I spoke with a fraternity brother (actually, my Phi delta Chi “big brother” from pharmacy school) who I’ve not spoken to in years, although we do send holiday cards and stay updated somewhat via social media. I’m reminded of our fraternity credo which is applicable here – I’ll share that in my conclusions.
My brother from another mother, Dr. Jeff GUDIN together with Practical Pain Management interviewed me today and we discussed what it’s like being on the other side (No, not dead. The other side like a patient! If I find a way to communicate on the other side, you’ll hear from me – remember Fudin doesn’t sleep much.) You can listen to that Podcast HERE.
Literally five minutes ago I heard back from my local oncology office to discuss findings of my ultrasound – NO CHANGES from last imaging, and could be tumor necrosis from radiation and chemo (that’s good). Then just one minute ago the same provider called back and said “I just spoke with the oncologist and she insisted I call back to double check you aren’t having pain and to go to the ER if you have any medical problems or bowel issues during the weekend!
PERSISTENCE and Lesson: These messages were delivered by the Physician Assistant after speaking with the oncologist. I’m loving these physician extenders!
Conclusion: My neighbors have been wonderful – visiting, meals, all kinds of support and love! Thank you! I am stunned by the number of messages received from people who have reminded me of something I said or did 20 or more years ago (luckily they were all good things) that impacted their lives. These notes often bring tears to my eyes because I had no idea of the impact certain things I said or did had on them.
Lesson: For all my readers, tell people what they said or did that inspired you or that something had a negative impact on your life. There is no point in reminiscing at a funeral 20 years from now, and saying “I wish I had told…”. So this is another lucky thing for me – I get to hear these things. Tell people you love them, they inspired you, they were hurtful, and you will have an actionable impact on their life, and you will feel better too.

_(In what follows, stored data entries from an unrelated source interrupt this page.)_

_EVAL_METRICS = (("hits1", "Hits@1", "{:.3f}"), ("mrr", "MRR", "{:.3f}"),
                 ("mean_fetches", "fetches/question", "{:.2f}"),
                 ("ms_per_question", "ms/question", "{:.1f}"), ("abstained", "abstained", "{:.3f}"))


def format_eval(result: dict) -> str:
    """The strategies side by side, over all questions and per hop count."""
    table = result.get("strategies") or {}
    names = [s for s in ("policy", "greedy", "walk") if s in table] + \
        [s for s in table if s not in ("policy", "greedy", "walk")]
    if not names:
        return "no strategies evaluated"

    def cell(block, key, fmt):
        if not block or block.get(key) is None:
            return "-"
        return fmt.format(block[key])

    header = ["", *[f"{s} v{result['policy_version']}" if s == "policy" and result.get("policy_version")
                    else s for s in names]]
    rows = []

    def section(title, blocks):
        n = next((b["n"] for b in blocks if b), 0)
        rows.append([f"{title} (n={n})"] + [""] * len(names))
        for key, label, fmt in _EVAL_METRICS:
            rows.append([f"  {label}"] + [cell(b, key, fmt) for b in blocks])

    section("all questions", [table[s] for s in names])
    hop_keys = sorted({h for s in names for h in (table[s].get("by_hops") or {})},
                      key=lambda h: (int(h) if str(h).isdigit() else 10 ** 6, str(h)))
    for h in hop_keys:
        blocks = [(table[s].get("by_hops") or {}).get(h) for s in names]
        section(f"{h} hop" + ("" if str(h) == "1" else "s"), blocks)
    widths = [max(text_width(r[i]) for r in [header] + rows) for i in range(len(header))]
    out = [f"{result.get('questions', 0)} questions"]
    for r in [header] + rows:
        out.append("  ".join(_pad(c, widths[i], right=i > 0) for i, c in enumerate(r)).rstrip())
    out.append("Hits@1: share of questions whose top answer is right; MRR: mean reciprocal rank "
               "of the first right answer.")
    return "\n".join(out)


# -- HTML -----------------------------------------------------------------------------------------
def _e(text) -> str:
    return html.escape("" if text is None else str(text), quote=True)


def _short(text, n) -> str:
    text = "" if text is None else str(text)
    return text if len(text) <= n else text[: n - 1] + "…"


_CSS = """
body{font-family:system-ui,-apple-system,"Segoe UI",Roboto,sans-serif;margin:24px;color:#1d2430;background:#fff}
h1{font-size:20px;margin:0 0 4px} h2{font-size:16px;margin:24px 0 8px}
.q{font-size:17px;margin:8px 0} .a{font-size:17px;font-weight:600}
.abst{color:#9a3412} .meta{color:#5b6472;font-size:13px}
table{border-collapse:collapse;font-size:14px} th,td{border:1px solid #d5dae1;padding:4px 8px;text-align:left;vertical-align:top}
th{background:#f1f4f8} td.num{text-align:right;font-variant-numeric:tabular-nums}
.alt{color:#6b7280;font-size:13px} .caution{margin-top:24px;padding:8px 12px;background:#fff7e6;border:1px solid #f3d08a}
svg{border:1px solid #e3e7ee;background:#fbfcfe;max-width:100%;height:auto}
code{font-size:13px}
"""


def _svg(run: dict) -> str:
    fetches = run.get("fetches") or []
    starts = run.get("start_entities") or []
    nodes = [fetches[0].get("from") or fetches[0].get("subject")] if fetches else \
        ([starts[0]] if starts else ["(no entity linked)"])
    nodes += [f.get("to") for f in fetches]
    gap, node_w, node_h, x0, y = 270, 170, 44, 30, 70
    max_alts = max([min(3, len(f.get("alternatives") or [])) for f in fetches] + [0])
    width = x0 * 2 + node_w + gap * (len(nodes) - 1)
    height = y + node_h + 40 + max_alts * 46 + 20
    answer = run.get("answer")
    parts = [f'<svg xmlns="http://www.w3.org/2000/svg" width="{width}" height="{height}" '
             f'viewBox="0 0 {width} {height}" role="img" aria-label="the path of fetched facts">',
             '<defs><marker id="arrow" viewBox="0 0 10 10" refX="9" refY="5" markerWidth="7" '
             'markerHeight="7" orient="auto-start-reverse"><path d="M0,0 L10,5 L0,10 z" fill="#2b5797"/>'
             '</marker></defs>']
    cx = [x0 + i * gap for i in range(len(nodes))]
    # alternatives first, so the main path is drawn over them
    for i, f in enumerate(fetches):
        alts = sorted(f.get("alternatives") or [], key=lambda a: -(a.get("probability") or 0.0))[:3]
        sx, sy = cx[i] + node_w / 2, y + node_h
        for k, a in enumerate(alts):
            ay = y + node_h + 40 + k * 46
            ax = cx[i] + 40
            label = STOP_TEXT if a.get("fact_id") is None else a.get("text")
            parts.append(f'<g class="alt" opacity="0.6"><title>{_e(label)} (p={_fmt_p(a.get("probability"))})</title>'
                         f'<path d="M{sx:.0f},{sy} C{sx:.0f},{ay + 12} {ax - 10},{ay + 12} {ax},{ay + 12}" '
                         f'fill="none" stroke="#8a94a6" stroke-width="1.2" stroke-dasharray="4 3"/>'
                         f'<rect x="{ax}" y="{ay}" width="{gap + node_w - 60}" height="24" rx="4" '
                         f'fill="#f3f4f6" stroke="#b8c0cc" stroke-dasharray="4 3"/>'
                         f'<text x="{ax + 6}" y="{ay + 16}" font-size="11" fill="#4b5563">'
                         f'{_e(_short(label, 52))}  p={_fmt_p(a.get("probability"))}</text></g>')
    for i, f in enumerate(fetches):
        x1, x2 = cx[i] + node_w, cx[i + 1]
        ym = y + node_h / 2
        fwd = f.get("direction", "forward") == "forward"
        label = f"{f.get('relation')}" + ("" if fwd else " (inverse)")
        parts.append(f'<g class="step"><title>{_e(f.get("text"))}</title>'
                     f'<line x1="{x1}" y1="{ym}" x2="{x2 - 2}" y2="{ym}" stroke="#2b5797" stroke-width="2.2" '
                     f'marker-end="url(#arrow)"/>'
                     f'<text x="{(x1 + x2) / 2:.0f}" y="{ym - 10}" font-size="12" text-anchor="middle" '
                     f'fill="#1d3b6b">{_e(_short(label, 26))}</text>'
                     f'<text x="{(x1 + x2) / 2:.0f}" y="{ym + 18}" font-size="11" text-anchor="middle" '
                     f'fill="#374151">p={_fmt_p(f.get("probability"))} · fact {_e(f.get("fact_id"))}</text></g>')
    for i, name in enumerate(nodes):
        is_answer = i == len(nodes) - 1 and answer is not None and name == answer
        fill, stroke = ("#e6f4ea", "#2f855a") if is_answer else (("#e8eefb", "#2b5797") if i == 0 else ("#ffffff", "#5b6472"))
        parts.append(f'<g class="entity"><title>{_e(name)}</title>'
                     f'<rect x="{cx[i]}" y="{y}" width="{node_w}" height="{node_h}" rx="8" fill="{fill}" '
                     f'stroke="{stroke}" stroke-width="1.6"/>'
                     f'<text x="{cx[i] + node_w / 2:.0f}" y="{y + 27}" font-size="13" text-anchor="middle" '
                     f'font-weight="{600 if is_answer or i == 0 else 400}">{_e(_short(name, 22))}</text></g>')
    parts.append(f'<text x="{x0}" y="30" font-size="12" fill="#5b6472">question entity → answer; '
                 f'faded dashed boxes: the best options passed over at each step</text>')
    parts.append("</svg>")
    return "".join(parts)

One of my colleagues this week (thank you Pam) reminded me of the old adage, it’s not the amount of days in your life but the amount of life in your days. As my fraternity credo goes, “alterum alterius auxilio eget”, each needs the help of the other. That could never ring truer for me. You have all been there to help me, and for that too I am the luckiest man in the world. I’ll keep drinking lemonade and hope for many more years of life. I’ll be back soon! Happy 4th of July!
Comments as always are welcomed with enthusiasm!